Across the six waves, the average reported regional incidence increased (4.1, 5.8, 4.6, 6.8, 6 and 6.2 cases per hundred population/day), as did the positivity of diagnostic tests (34.5%, 55.1%, 60.6%, 55.7%, 68.3% and 39%); in-hospital mortality for SARS-CoV-2 positive (0.32, 0.26, 0.28, 0.26, 0.11 and 0.08 deaths per hundred population /day).
Comorbidities
About one-third of confirmed COVID-19 patients (29.3%) had at least one underlying condition, and the most common comorbidities were CVD (24.8%), diabetes (21.3%) and hypertension (10.1%) (see Table 2 for more details).
SARS-CoV-2 relative viral load and outcome
According to Table 3, of 11045 rRT-PCR-positive cases for SARS-CoV-2, 75% (8312/11045) have Ct value ≤ 30. Most patients with the highest relative viral load (Ct value of 9-20) were detected in the fifth wave. Further, the rate of ICU admission for patients with a Ct value of 9-20, 21-30 and 31-40 was 5.6% (120/2140), 4.4% (271/6172) and 3.5% (92/2653), respectively. In addition, the rate of in-hospital mortality in patients with a Ct value of 9-20, 21-30 and 31-40 was 8.6% (183/2140), 5.7% (350/6172) and 6.7% (178/2653), respectively.
Clinical outcomes
Of the 24,287 hospitalized patients with suspected COVID-19, 1236 died (5.1%), including 682 (55.2%) male patients. Among 11,045 confirmed COVID-19 patients, 714 deaths (6.5%) were recorded, including 380 (53.2%) males and 334 (46.8%) females. The deceased cases had a mean age of 66.1 ± 16.7 years compared to those who were discharged (53.7 ± 18.8) (Tables 2 and 4).

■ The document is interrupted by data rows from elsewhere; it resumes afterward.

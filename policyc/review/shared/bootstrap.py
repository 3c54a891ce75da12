"""Percentile bootstrap intervals for means of per-row values that take few distinct values.

A row's loss under a rule is fixed by a few categorical facts: (true class,
action) for one rule, (true class, old action, new action) for a pair of
rules. Resampling n rows with replacement then only changes how many rows fall
in each category, and those counts follow a multinomial law with the observed
shares. So the bootstrap runs on the category counts, never on the rows: memory
stays O(categories) however large the file, and the rows can be streamed in
batches. Pairing is structural: a category holds both rules' decisions for the
same row, so a resample keeps each row's old and new loss together.
"""

from __future__ import annotations

import numpy as np
from pydantic.dataclasses import dataclass

from policyc.review.shared.reports import REPORT_CONFIG

__all__ = ["DEFAULT_CONFIDENCE", "DEFAULT_RESAMPLES", "DEFAULT_SEED", "BootstrapInterval", "categorical_mean_interval"]

DEFAULT_CONFIDENCE = 0.95
DEFAULT_RESAMPLES = 2000
DEFAULT_SEED = 0

METHOD = "percentile bootstrap, rows resampled with replacement (multinomial on category counts)"


@dataclass(frozen=True, config=REPORT_CONFIG)
class BootstrapInterval:
    """A point estimate with its percentile bootstrap interval [low, high]."""

    estimate: float
    low: float
    high: float
    confidence: float
    resamples: int
    seed: int
    method: str = METHOD


def categorical_mean_interval(
    counts: np.ndarray,
    values: np.ndarray,
    confidence: float = DEFAULT_CONFIDENCE,
    resamples: int = DEFAULT_RESAMPLES,
    seed: int = DEFAULT_SEED,
) -> BootstrapInterval:
    """Percentile bootstrap interval of the mean of per-row values, from category counts.

    Parameters
    ----------
    counts : array of int, any shape
        Rows observed in each category.
    values : array of float, same shape as ``counts``
        The per-row value of each category (e.g. a loss, or a paired difference of losses).
    confidence : float
        Two-sided confidence level in (0, 1).
    resamples : int
        Bootstrap resamples B.
    seed : int
        Seed of the numpy generator, so a report is reproducible.

    Returns
    -------
    BootstrapInterval
        NaN everywhere when there are no rows.

    Notes
    -----
    Estimate: θ̂ = Σ_c n_c v_c / n. Resample b draws m⁽ᵇ⁾ ~ Multinomial(n, n_c / n), which is the
    law of the category counts of n rows drawn with replacement, and θ*⁽ᵇ⁾ = Σ_c m⁽ᵇ⁾_c v_c / n.
    The interval is the (α/2, 1 − α/2) quantiles of θ*, α = 1 − confidence (the percentile
    interval; Efron & Tibshirani 1993, *An Introduction to the Bootstrap*, ch. 13).

    Examples
    --------
    >>> interval = categorical_mean_interval(np.array([90, 10]), np.array([0.0, 1.0]))
    >>> round(interval.estimate, 3)
    0.1
    """
    counts = np.asarray(counts, dtype=np.int64).ravel()
    values = np.asarray(values, dtype=np.float64).ravel()
    n = int(counts.sum())
    if n == 0:
        return BootstrapInterval(float("nan"), float("nan"), float("nan"), confidence, resamples, seed)
    used = counts > 0
    counts, values = counts[used], values[used]
    estimate = float(counts @ values) / n  # θ̂ = Σ_c n_c v_c / n
    rng = np.random.default_rng(seed)
    # m^(b) ~ Multinomial(n, n_c / n): the category counts of n rows drawn with replacement
    draws = rng.multinomial(n, counts / n, size=resamples)
    replicates = draws @ values / n  # θ*^(b) = Σ_c m_c^(b) v_c / n
    alpha = 1.0 - confidence
    low, high = np.quantile(replicates, [alpha / 2.0, 1.0 - alpha / 2.0])  # percentile interval
    return BootstrapInterval(estimate, float(low), float(high), confidence, resamples, seed)
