/// Make the exact Hessian `h` (upper triangle) convex for the QP: first without change, then
/// with a growing augmented-Lagrangian term on the equality rows and the inequality rows held
/// at a bound with a nonzero multiplier (and on fixed or bound-held variables), and only then
/// with a diagonal shift.
fn convex_model(wk: &mut Work, st: &SqpSettings, h: Triplets) -> ConvexModel {
    let s = &wk.setup;
    let p = &wk.point;
    let near = |a: f64, b: f64| (a - b).abs() <= 1e-6 * b.abs().max(1.0);
    let mut rows = Vec::new();
    for i in 0..s.m {
        let active_upper = wk.lambda[i] > 0.0 && s.cu[i].is_finite() && near(p.c[i], s.cu[i]);
        if !s.inequality[i] || active_upper {
            rows.push((i, p.c[i] - s.cu[i]));
        } else if wk.lambda[i] < 0.0 && s.cl[i].is_finite() && near(p.c[i], s.cl[i]) {
            rows.push((i, p.c[i] - s.cl[i]));
        }
    }
    let held: Vec<usize> = (0..s.n)
        .filter(|&j| {
            s.yl[j] == s.yu[j] || (wk.nu[j] != 0.0 && (p.y[j] == s.yl[j] || p.y[j] == s.yu[j]))
        })
        .collect();
    // J_A' J_A in the upper triangle: every pair of entries within one augmented row.
    let mut by_row: Vec<Vec<usize>> = vec![Vec::new(); s.m];
    for k in 0..s.jac.len() {
        by_row[s.jac.rows[k]].push(k);
    }
    let mut gram = Triplets::new(s.n, s.n);
    for &(i, _) in &rows {
        for &a in &by_row[i] {
            for &b in &by_row[i] {
                let (ca, cb) = (s.jac.cols[a], s.jac.cols[b]);
                if ca < cb || (ca == cb && a == b) {
                    gram.push(ca, cb, p.jac[a] * p.jac[b]);
                } else if ca == cb && a < b {
                    // Repeated pattern entries of one column: both cross products.
                    gram.push(ca, cb, 2.0 * p.jac[a] * p.jac[b]);
                }
            }
        }
    }
    for &j in &held {
        gram.push(j, j, 1.0);
    }
    let with_weight = |w: f64| {
        let mut t = h.clone();
        if w > 0.0 {
            for k in 0..gram.nnz() {
                t.push(gram.rows[k], gram.cols[k], w * gram.values[k]);
            }
        }
        t
    };
    // Weights tried: 0, then a ladder starting near the last successful one.
    const LADDER: [f64; 8] = [1e-2, 1e-1, 1.0, 1e1, 1e2, 1e3, 1e4, 1e5];
    let can_augment = wk.shift_floor == 0.0 && gram.nnz() > 0;
    let mut tries = vec![0.0];
    if can_augment {
        tries.extend(LADDER.iter().copied().filter(|&w| w >= wk.last_weight / 10.0));
    }
    if wk.shift_floor == 0.0 {
        for &w in &tries {
            let mut t = with_weight(w);
            if convexify(&mut t, 0.0, 2.0, 0.0, true).ok {
                wk.last_weight = w;
                wk.last_shift = 0.0;
                let augmentation =
                    (w > 0.0).then(|| Augmentation { weight: w, rows: rows.clone() });
                return ConvexModel { hessian: t, shift: 0.0, augmentation };
            }
        }
    }
    // Not convex on the null space either. With variable blocks (multiple shooting), project
    // each block onto the positive definite matrices: only the directions of negative
    // curvature change, where a uniform shift would also damp every good direction and slow
    // the iteration to a crawl.
    if wk.shift_floor == 0.0 && !s.blocks.is_empty() {
        if let Some(t) = project_blocks(&h, &s.blocks, s.n) {
            wk.last_shift = 0.0;
            wk.last_weight = 0.0;
            return ConvexModel { hessian: t, shift: 0.0, augmentation: None };
        }
    }
    // Otherwise (or a failed step asked for caution): shift, starting from a fraction of the
    // last shift since the needed one changes slowly.
    // No augmentation here: a large weight would only worsen the conditioning of a model that
    // is not convex on the null space anyway.
    let weight = 0.0;
    let mut t = with_weight(weight);
    let start =
        (wk.last_shift / st.hessian_shift_growth).max(st.hessian_shift_start).max(wk.shift_floor);
    let cv = convexify(&mut t, start, st.hessian_shift_growth, st.hessian_shift_max, false);
    wk.last_shift = cv.shift;
    wk.last_weight = weight;
    let augmentation = (weight > 0.0).then_some(Augmentation { weight, rows });
    ConvexModel { hessian: t, shift: cv.shift, augmentation }
}

/// The upper-triangle matrix `h` with every diagonal block of `blocks` replaced by its
/// projection onto the positive definite matrices (eigenvalues below `delta` raised to
/// `max(|value|, delta)`, the "absolute value" modification of J. Nocedal, S. J. Wright,
/// "Numerical Optimization", 2nd ed., 2006, Section 3.4) and entries outside the blocks
/// dropped, so the result is block diagonal and positive definite. Variables in no block form
/// singleton blocks. `None` when an eigenvalue is not finite.
fn project_blocks(h: &Triplets, blocks: &[Range<usize>], n: usize) -> Option<Triplets> {
    let mut block_of = vec![usize::MAX; n];
    let mut all: Vec<Range<usize>> = blocks.to_vec();
    for (b, r) in blocks.iter().enumerate() {
        for j in r.clone() {
            block_of[j] = b;
        }
    }
    for j in 0..n {
        if block_of[j] == usize::MAX {
            block_of[j] = all.len();
            all.push(j..j + 1);
        }
    }
    let mut dense: Vec<nalgebra::DMatrix<f64>> =
        all.iter().map(|r| nalgebra::DMatrix::zeros(r.len(), r.len())).collect();
    for k in 0..h.nnz() {
        let (r, c, v) = (h.rows[k], h.cols[k], h.values[k]);
        let b = block_of[r];
        if b != block_of[c] {
            continue;
        }
        let (i, j) = (r - all[b].start, c - all[b].start);
        dense[b][(i, j)] += v;
        if i != j {
            dense[b][(j, i)] += v;
        }
    }
    let scale = h.values.iter().fold(1.0_f64, |a, v| a.max(v.abs()));
    let delta = 1e-8 * scale;
    let mut out = Triplets::new(n, n);
    for (b, r) in all.iter().enumerate() {
        let eig = nalgebra::SymmetricEigen::new(dense[b].clone());
        if !eig.eigenvalues.iter().all(|v| v.is_finite()) {
            return None;
        }
        let vals = eig.eigenvalues.map(|v| v.abs().max(delta));
        let m = &eig.eigenvectors
            * nalgebra::DMatrix::from_diagonal(&vals)
            * eig.eigenvectors.transpose();
        for c in 0..r.len() {
            for i in 0..=c {
                out.push(r.start + i, r.start + c, m[(i, c)]);
            }
        }
    }
    Some(out)
}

In-hospital mortality was 1%, 15.1%, 27%, 32.2%, and 24.6% in the age groups <18 years, 18–49 years, 50–64 years, 65–79 years and ≥ 85 years, respectively. In addition, the ICU admission rate was 3.7% (891 patients) and 4.4% (485 patients) for patients with suspected and confirmed COVID-19. Further findings are listed in Tables 2, 3 and 4. Besides, by hospital indication, more than 68% (7594 of 11045) of patients admitted with a positive rRT-PCR diagnostic test were age <65 years, but the prevalence of death was significantly higher in those ≥ 65 (56.9%) years of age (P<0.001, Tables 3 and 4). Additionally, more women (54%; 5965/11045) were hospitalized with a positive rRT-PCR test, while more men died (men: 7.4%; 380/5080 vs. women: 5.6%; 334/5965) (P < 0.001).
The frequency distribution of mortality among COVID-19 patients in the different waves was as follows: 126 cases (17.6%), 124 cases (17.4%), 154 cases (21.6%), 95 cases (13.3%), 96 cases (13.4%), 29 cases (4.1%), and 90 (12.6%) in the first, second, third, fourth, fifth, sixth and between waves, respectively.

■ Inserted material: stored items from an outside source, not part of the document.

impl Nlp for MultipleShooting {
    fn num_variables(&self) -> usize {
        self.layout.n_vars()
    }

    fn num_constraints(&self) -> usize {
        self.layout.n_constraints()
    }

    fn variable_bounds(&self, lower: &mut [f64], upper: &mut [f64]) {
        lower.copy_from_slice(&self.var_lo);
        upper.copy_from_slice(&self.var_hi);
    }

    fn constraint_bounds(&self, lower: &mut [f64], upper: &mut [f64]) {
        let l = &self.layout;
        // Coupling rows are equalities at 0.
        lower.fill(0.0);
        upper.fill(0.0);
        for k in 0..l.n_nodes() {
            for (r, b) in self.path_bounds.iter().enumerate() {
                (lower[l.path_row(k, r)], upper[l.path_row(k, r)]) = (b.lo, b.hi);
            }
        }
        for (r, b) in self.boundary_bounds.iter().enumerate() {
            (lower[l.boundary_row(r)], upper[l.boundary_row(r)]) = (b.lo, b.hi);
        }
    }

    fn initial_point(&self, w: &mut [f64]) {
        w.copy_from_slice(&self.start);
    }

    fn complete(&mut self, w: &mut [f64]) {
        if self.layout.nq == 0 {
            return;
        }
        // The running sums follow from the integration of the point, which they do not
        // affect: integrate once (cached), set them, and keep the cache valid for `w`.
        if self.integrate(w, false, EvalPart::Constraints).is_err() {
            return;
        }
        let l = &self.layout;
        for j in 0..l.nq {
            let mut sum = 0.0;
            for k in 0..l.intervals {
                sum += self.cache.outputs[k].q[j];
                w[l.q(k + 1, j)] = sum;
            }
        }
        self.cache.w.copy_from_slice(w);
    }

    fn objective(&mut self, w: &[f64]) -> Result<f64, EvalError> {
        self.eval_objective(w, false, EvalPart::Objective)?;
        Ok(self.objective.out[0])
    }

    fn gradient(&mut self, w: &[f64], values: &mut [f64]) -> Result<(), EvalError> {
        self.eval_objective(w, true, EvalPart::Gradient)?;
        values.fill(0.0);
        let at_start = self.layout.placement.objective_at_start;
        for (e, &(_, c)) in self.objective.fun.jacobian_pattern().iter().enumerate() {
            if let Some(j) = endpoint_var(&self.layout, &self.ep, at_start, c) {
                values[j] += self.objective.jac[e];
            }
        }
        Ok(())
    }

    fn constraints(&mut self, w: &[f64], values: &mut [f64]) -> Result<(), EvalError> {
        self.integrate(w, false, EvalPart::Constraints)?;
        let l = self.layout.clone();
        for k in 0..l.intervals {
            let out = &self.cache.outputs[k];
            for i in 0..l.nx {
                values[l.continuity_row(k, i)] = w[l.x(k + 1, i)] - out.x_end[i];
            }
            if l.control_copy_rows(k) {
                for i in 0..l.nu {
                    let from = if l.linear_controls { l.v(k, i) } else { l.u_at(k, i) };
                    values[l.control_copy_row(k, i)] = w[l.u_at(k + 1, i)] - w[from];
                }
            }
            for i in 0..l.np {
                values[l.param_copy_row(k, i)] = w[l.p_at(k + 1, i)] - w[l.p_at(k, i)];
            }
            if let (Some(r), Some(a), Some(b)) = (l.tf_copy_row(k), l.tf_at(k), l.tf_at(k + 1)) {
                values[r] = w[b] - w[a];
            }
            for j in 0..l.nq {
                let before = if k > 0 { w[l.q(k, j)] } else { 0.0 };
                values[l.integral_row(k, j)] = w[l.q(k + 1, j)] - before - out.q[j];
            }
            for (c, &i) in l.placement.carried.iter().enumerate() {
                let before = if k > 0 { w[l.s(k, c)] } else { w[l.x(0, i)] };
                values[l.start_copy_row(k, c)] = w[l.s(k + 1, c)] - before;
            }
        }
        if l.ng > 0 {
            for k in 0..l.n_nodes() {
                self.path_input(w, k);
                self.path.value();
                if let Some((r, v)) = self.path.first_bad(false, None) {
                    return Err(self.path_failure(EvalPart::Constraints, k, r, v));
                }
                for r in 0..l.ng {
                    values[l.path_row(k, r)] = self.path.out[r];
                }
            }
        }
        for at_start in [true, false] {
            if !self.boundary_at_start.contains(&at_start) {
                continue;
            }
            self.eval_boundary(w, at_start, false, EvalPart::Constraints)?;
            for r in 0..l.nb {
                if self.boundary_at_start[r] == at_start {
                    values[l.boundary_row(r)] = self.boundary.out[r];
                }
            }
        }
        Ok(())
    }

    fn jacobian_pattern(&self) -> Pattern {
        let l = &self.layout;
        let mut p = Pattern::new();
        for k in 0..l.n_nodes() {
            for &(r, c) in self.path.fun.jacobian_pattern() {
                if let Some((j, _)) = running_var(l, &self.mesh, k, c) {
                    p.push(l.path_row(k, r), j);
                }
            }
            for &(r, c) in self.boundary.fun.jacobian_pattern() {
                let at_start = self.boundary_at_start[r];
                if l.endpoint_node(at_start) == k {
                    if let Some(j) = endpoint_var(l, &self.ep, at_start, c) {
                        p.push(l.boundary_row(r), j);
                    }
                }
            }
            if k == l.intervals {
                continue;
            }
            for i in 0..l.nx {
                let row = l.continuity_row(k, i);
                p.push(row, l.x(k + 1, i));
                for &(_, v) in &self.interval_vars[k] {
                    p.push(row, v);
                }
                if let Some(t) = l.tf_at(k) {
                    p.push(row, t);
                }
            }
            if l.control_copy_rows(k) {
                for i in 0..l.nu {
                    let row = l.control_copy_row(k, i);
                    p.push(row, l.u_at(k + 1, i));
                    p.push(row, if l.linear_controls { l.v(k, i) } else { l.u_at(k, i) });
                }
            }
            for i in 0..l.np {
                let row = l.param_copy_row(k, i);
                p.push(row, l.p_at(k + 1, i));
                p.push(row, l.p_at(k, i));
            }
            if let (Some(r), Some(a), Some(b)) = (l.tf_copy_row(k), l.tf_at(k), l.tf_at(k + 1)) {
                p.push(r, b);
                p.push(r, a);
            }
            for j in 0..l.nq {
                let row = l.integral_row(k, j);
                p.push(row, l.q(k + 1, j));
                if k > 0 {
                    p.push(row, l.q(k, j));
                }
                for &(_, v) in &self.interval_vars[k] {
                    p.push(row, v);
                }
                if let Some(t) = l.tf_at(k) {
                    p.push(row, t);
                }
            }
            for (c, &i) in l.placement.carried.iter().enumerate() {
                let row = l.start_copy_row(k, c);
                p.push(row, l.s(k + 1, c));
                p.push(row, if k > 0 { l.s(k, c) } else { l.x(0, i) });
            }
        }
        p
    }

    fn jacobian(&mut self, w: &[f64], values: &mut [f64]) -> Result<(), EvalError> {
        self.integrate(w, true, EvalPart::Jacobian)?;
        let l = self.layout.clone();
        let mut e = 0;
        for k in 0..l.n_nodes() {
            if !self.path.fun.jacobian_pattern().is_empty() {
                self.path_input(w, k);
                self.path.value_and_jacobian();
                if let Some((r, v)) = self.path.first_bad(true, None) {
                    return Err(self.path_failure(EvalPart::Jacobian, k, r, v));
                }
                for (a, &(_, c)) in self.path.fun.jacobian_pattern().iter().enumerate() {
                    if let Some((_, factor)) = running_var(&l, &self.mesh, k, c) {
                        values[e] = self.path.jac[a] * factor;
                        e += 1;
                    }
                }
            }
            // Node 0 holds the boundary rows that read only start values, the last node the
            // others (there is always at least one interval, so they differ).
            let at_start = k == 0;
            let here = (k == 0 || k == l.intervals) && self.boundary_at_start.contains(&at_start);
            if here {
                self.eval_boundary(w, at_start, true, EvalPart::Jacobian)?;
                for (a, &(r, c)) in self.boundary.fun.jacobian_pattern().iter().enumerate() {
                    if self.boundary_at_start[r] == at_start
                        && endpoint_var(&l, &self.ep, at_start, c).is_some()
                    {
                        values[e] = self.boundary.jac[a];
                        e += 1;
                    }
                }
            }
            if k == l.intervals {
                continue;
            }
            let s = &self.cache.outputs[k].sensitivities;
            for i in 0..l.nx {
                values[e] = 1.0;
                e += 1;
                for &(c, _) in &self.interval_vars[k] {
                    values[e] = -s[(i, c)];
                    e += 1;
                }
                if l.free_end {
                    values[e] = -self.time_derivative(k, i);
                    e += 1;
                }
            }
            let copies =
                if l.control_copy_rows(k) { l.nu } else { 0 } + l.np + usize::from(l.free_end);
            for _ in 0..copies {
                values[e] = 1.0;
                values[e + 1] = -1.0;
                e += 2;
            }
            let s = &self.cache.outputs[k].sensitivities;
            for j in 0..l.nq {
                values[e] = 1.0;
                e += 1;
                if k > 0 {
                    values[e] = -1.0;
                    e += 1;
                }
                for &(c, _) in &self.interval_vars[k] {
                    values[e] = -s[(l.nx + j, c)];
                    e += 1;
                }
                if l.free_end {
                    values[e] = -self.time_derivative(k, l.nx + j);
                    e += 1;
                }
            }
            for _ in 0..l.ns() {
                values[e] = 1.0;
                values[e + 1] = -1.0;
                e += 2;
            }
        }
        debug_assert_eq!(e, values.len());
        Ok(())
    }

    fn hessian_pattern(&self) -> Option<Pattern> {
        self.exact.as_ref().filter(|_| self.offer_exact).map(|e| e.pattern.clone())
    }

    fn hessian(
        &mut self,
        w: &[f64],
        objective_factor: f64,
        multipliers: &[f64],
        values: &mut [f64],
    ) -> Result<(), EvalError> {
        let Some(mut ex) = self.exact.take() else {
            return Err(EvalError::unavailable(EvalPart::Hessian));
        };
        if !self.offer_exact {
            self.exact = Some(ex);
            return Err(EvalError::unavailable(EvalPart::Hessian));
        }
        self.fill_hessian(&mut ex, w, objective_factor, multipliers, values);
        self.exact = Some(ex);
        Ok(())
    }

    fn stages(&self) -> Option<StageLayout> {
        Some(self.stages.clone())
    }

    fn variable_scales(&self, scales: &mut [f64]) {
        scales.copy_from_slice(&self.var_scale);
    }

    fn constraint_scales(&self, scales: &mut [f64]) {
        scales.copy_from_slice(&self.con_scale);
    }
}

Of 11,037 confirmed hospitalized patients, the lowest COVID-19 rate was in the first wave at 5% (551 patients), while the highest rate was in the fifth wave at 32.4% (3573 patients) (Table 3).

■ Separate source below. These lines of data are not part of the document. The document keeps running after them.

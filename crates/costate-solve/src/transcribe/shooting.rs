//! [`MultipleShooting`]: an [`Ocp`] on a mesh of shooting intervals as a sparse [`Nlp`].
//!
//! Owns the evaluation of the NLP functions from the integrator's interval maps and the
//! compiled path, boundary and objective functions, with their exact first derivatives (the
//! integrator's discrete sensitivities chained through the time scaling and the integrals).
//! Must not: difference numerically or know names or source locations (failures carry
//! [`function_tag`] codes). Second derivatives come from [`super::exact`] (RK4 only).
//!
//! Time scaling: node `k` sits at the fraction `s_k` of the horizon, `t_k = t0 + s_k (tf - t0)`,
//! and interval `k` has length `h_k = (s_{k+1} - s_k)(tf - t0)`, so with a free end time
//! `dF/dtf = dF/dt_start * s_k + dF/dh * (s_{k+1} - s_k)`.

use std::ops::Range;

use costate_model::{
    representative, Bounds, EndTime, EndpointLayout, Function, FunctionKind, Ocp, Workspace,
};

use crate::integrate::{
    ControlShape, IntegrationError, Integrator, IntegratorSettings, IntervalInput, IntervalOutput,
    NewtonFailure, NonFinitePart, OdeFunction,
};
use crate::nlp::{EvalError, EvalFailure, EvalPart, Nlp, Pattern};

use super::exact::ExactHessian;
use super::layout::{function_tag, Layout};
use super::Trajectory;

/// A compiled endpoint or running function with its workspace and scratch buffers.
#[derive(Clone, Debug)]
struct Eval {
    fun: Function,
    ws: Workspace,
    input: Vec<f64>,
    out: Vec<f64>,
    jac: Vec<f64>,
}

impl Eval {
    fn new(fun: &Function) -> Eval {
        Eval {
            ws: fun.workspace(),
            input: vec![0.0; fun.n_inputs()],
            out: vec![0.0; fun.n_outputs()],
            jac: vec![0.0; fun.jacobian_pattern().len()],
            fun: fun.clone(),
        }
    }

    fn value(&mut self) {
        self.fun.eval(&self.input, &mut self.out, &mut self.ws);
    }

    fn value_and_jacobian(&mut self) {
        self.fun.eval_with_jacobian(&self.input, &mut self.out, &mut self.jac, &mut self.ws);
    }

    /// The first non-finite output, or derivative (reported on its row).
    fn first_bad(&self, with_jacobian: bool) -> Option<(usize, f64)> {
        if let Some(r) = self.out.iter().position(|v| !v.is_finite()) {
            return Some((r, self.out[r]));
        }
        if with_jacobian {
            if let Some(e) = self.jac.iter().position(|v| !v.is_finite()) {
                return Some((self.fun.jacobian_pattern()[e].0, self.jac[e]));
            }
        }
        None
    }
}

/// Integration results at one point `w`, reused by every evaluation at that point.
#[derive(Clone, Debug)]
struct Cache {
    w: Vec<f64>,
    valid: bool,
    with_sensitivities: bool,
    outputs: Vec<IntervalOutput>,
    /// Sum of the interval integrals.
    q: Vec<f64>,
    /// `nq x n` row-major derivative of `q` with respect to the variables.
    dq: Vec<f64>,
}

/// A failure remembered with its full text, for the report.
#[derive(Clone, Debug, PartialEq)]
pub(crate) struct FailureNote {
    pub tag: u32,
    pub stage: Option<usize>,
    pub message: String,
}

/// The multiple-shooting NLP of an [`Ocp`]. See the module docs of [`crate::transcribe`] for
/// the variable and row order ([`Layout`]).
#[derive(Clone, Debug)]
pub struct MultipleShooting {
    layout: Layout,
    /// Normalised node positions `s_0 = 0 < s_1 < .. < s_N = 1`.
    mesh: Vec<f64>,
    t0: f64,
    end: EndTime,
    integrator: Integrator,
    path: Eval,
    boundary: Eval,
    objective: Eval,
    ep: EndpointLayout,
    path_bounds: Vec<Bounds>,
    boundary_bounds: Vec<Bounds>,
    var_lo: Vec<f64>,
    var_hi: Vec<f64>,
    var_scale: Vec<f64>,
    con_scale: Vec<f64>,
    start: Vec<f64>,
    /// Per interval: the variables its map depends on, as (sensitivity column, variable).
    /// The time columns are handled separately through `tf`.
    interval_vars: Vec<Vec<(usize, usize)>>,
    /// Columns every integral may depend on (sorted).
    q_vars: Vec<usize>,
    /// Per boundary row: its Jacobian columns (sorted).
    boundary_cols: Vec<Vec<usize>>,
    cache: Cache,
    scratch: Vec<f64>,
    pub(crate) last_failure: Option<FailureNote>,
    /// Exact Lagrangian Hessian, when the integrator and functions allow one.
    exact: Option<ExactHessian>,
    /// Offer the exact Hessian to the solver (`true` by default).
    offer_exact: bool,
}

fn check_shape(name: &str, f: &Function, inputs: usize, outputs: usize) -> Result<(), String> {
    if f.n_inputs() != inputs || f.n_outputs() != outputs {
        return Err(format!(
            "{name} function has {} inputs and {} outputs, expected {inputs} and {outputs}",
            f.n_inputs(),
            f.n_outputs()
        ));
    }
    Ok(())
}

fn check_bounds(what: &str, b: &Bounds) -> Result<(), String> {
    if b.lo.is_nan()
        || b.hi.is_nan()
        || b.lo > b.hi
        || b.lo == f64::INFINITY
        || b.hi == f64::NEG_INFINITY
    {
        return Err(format!("{what} has empty or invalid bounds [{}, {}]", b.lo, b.hi));
    }
    Ok(())
}

fn clamp(v: f64, b: &Bounds) -> f64 {
    v.max(b.lo).min(b.hi)
}
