import { authed } from "@/lib/server/core/route";
import { guideState } from "@/lib/server/shops/guide";

/** The first-job guide's ticks, for the desk's jobs board (the caller's shop only). */
export const GET = authed(["lead", "admin"], async ({ actor }) => guideState(actor.shopId));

The median and mean duration of hospitalization for discharged COVID-19 patients was 5 (IQR: 4-8) and 6.8 (SD: 7.6) days, respectively. For deceased COVID-19 patients, the median and mean duration of hospitalization was 7 (IQR: 3-15) and 11.2 (SD: 12.4) days, respectively (Table 4).
Furthermore, the median and mean duration of hospitalization for discharged COVID-19 patients in the first, second, third, fourth, fifth, and sixth waves was 6 (IQR: 4-10) and 7.7 (SD: 7.2), 6 (IQR: 3-9) and 8.2 (SD: 9.8), 5 (IQR: 4-8) and 6.9 (SD: 6.3), 5 (IQR: 4-7) and 6.6 (SD: 9.4), 5 (IQR: 4-7) and 6.7 (SD: 7.5), 5 (IQR: 3-8) and 6.3 (SD: 5.7) days, respectively (Table 2).
Survival analysis
Cox regression was used to assess the factors influencing patient survival. In the first step, all variables including age, gender, rRT-PCR result, mean Ct value, underlying diseases and different waves were entered into the model. The coefficients were estimated using the stepwise backward method (likelihood ratio). In step eight, the variables age, gender, rRT-PCR result, mean Ct value, KD, hypertension, malignant disease, respiratory disease (RD) and liver as underlying disease as well as waves remained in the model.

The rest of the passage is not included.